New York Lawyer's Legal Updates

Disclosure Of Criminal Record In Connection With Immigration Benefits

Author: Deportation Attorney Alena Shautsova

Many people who are filling out Immigration forms are asking this question: do I need to disclose my expunged conviction?; or Do I need to disclose my charges if they were dismissed?; or Do I need to disclose my juvenile conviction?

Many are confused, because often their Criminal Defense attorneys instruct them that once a conviction was expunged or dismissed, they have a “clean record.”

The situation is such that for Immigration purposes, a person must disclose all the arrests, charges and convictions whether or not they were expunged, happened 20 years ago or had a “juvenile” status. Why? Because a non-disclosure of these item will often lead to a separate , immigration fraud charge. Even if someone’s record is “clean” and those “happenings” cannot be held against the person, the Immigration authorities still would like to know if the person was in fact charged with anything and what was the resolution of such charges. Often, these questions arise in connection with an application for adjustment of status or naturalization, or a visa. So, the answer should be “YES” with an explanation and proof that the charges were resolved in a certain way.

Further, recently ICE released FAQ regarding its enforcement priorities specifying that “Expunged convictions will be assessed on a case-by-case basis to determine whether, under the particular circumstances, including consideration of public safety, the expunged conviction should make an alien a priority for removal. For purposes of the November 20, 2014 memorandum, an adjudication of juvenile delinquency is not treated as a conviction and will not, on its own, serve to render an alien an enforcement priority. If a juvenile, however, is tried and convicted as an adult, such conviction will be treated as a "conviction" for purposes of priorities determinations.” It tell us that the same conviction may be treated by Immigration authorities differently for different purposes. For example, in some cases, a person with a juvenile conviction would not need to worry about it at all as such a conviction will not make him/her inadmissible. But if applying for different types of benefits, such a conviction might present a problem.

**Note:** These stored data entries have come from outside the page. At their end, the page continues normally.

"""The Risk grades sheet: score ranges with their PDs, when the config asks for grades."""

from __future__ import annotations

from openpyxl.utils import get_column_letter
from openpyxl.worksheet.worksheet import Worksheet

from scorecard.outputs.workbook import charts, style
from scorecard.outputs.workbook.sheets import column_of, note
from scorecard.outputs.workbook.tables import finish_table_sheet, write_table

TITLE = "Risk grades"
FORMATS = {"Grade": style.INTEGER, "Lowest score": style.INTEGER,
           "Highest score": style.INTEGER, "Rows": style.COUNT, "Share of rows": style.PERCENT,
           "Goods": style.COUNT, "Bads": style.COUNT, "Predicted PD": "0.00%",
           "Observed bad rate": "0.00%", "Lower bound (95%)": "0.00%",
           "Upper bound (95%)": "0.00%", "Calibrated PD": "0.00%"}


def write_grades_sheet(ws: Worksheet, result) -> None:
    grades = result.grades()
    table = grades.table
    if grades.shift is None:
        table = table.drop(columns="Calibrated PD")
    header, last = write_table(ws, table, formats={k: v for k, v in FORMATS.items()
                                                   if k in table.columns})
    finish_table_sheet(ws, header, last, len(table.columns))
    sample = result.gains_sample
    row = note(ws, last + 2, f"Sample: {sample}. Grade 1 is the lowest risk. Predicted PD: the "
                             "mean of the scaling's bad probability over the grade's rows; a "
                             "worse grade never has a lower PD.")
    row = note(ws, row, "Observed bad rate with a 95% Wilson score interval for a binomial "
                        "proportion.")
    for text in getattr(result, "notes", ()):
        row = note(ws, row, text)
    if grades.shift is not None:
        row = note(ws, row, f"Calibrated to a long-run average bad rate of "
                            f"{grades.long_run_bad_rate:.2%}: the intercept moves by "
                            f"{grades.shift:+.4f} in log-odds of bad ({grades.shift_points:+.1f} "
                            "score points), so that the calibrated PDs average to that rate over "
                            "the rows.")
    series = [charts.Plotted(column_of(table, "Predicted PD"), "Predicted PD", style.GOOD_LINE),
              charts.Plotted(column_of(table, "Observed bad rate"), "Observed bad rate",
                             style.BAD_LINE)]
    if grades.shift is not None:
        series.append(charts.Plotted(column_of(table, "Calibrated PD"), "Calibrated PD",
                                     style.NEUTRAL_LINE))
    chart = charts.bar_chart(ws, f"Probability of default by grade ({sample})", header + 1, last,
                             label_col=column_of(table, "Grade"), series=series,
                             x_title="Grade (1 = lowest risk)", y_title="Probability",
                             y_format="0%")
    ws.add_chart(chart, f"{get_column_letter(1)}{row + 1}")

To sum it up, a person with the record of arrests, charges, convictions, expungement, etc. shall consult with an attorney prior to submitting any types of applications for immigration benefits; shall always disclose the facts of the arrests, convictions, etc. if asked to do so; and shall obtain proof of the resolution of the charges, and in a case of a plea, minutes of the guilty plea so that an attorney will be able to fully evaluate the situation.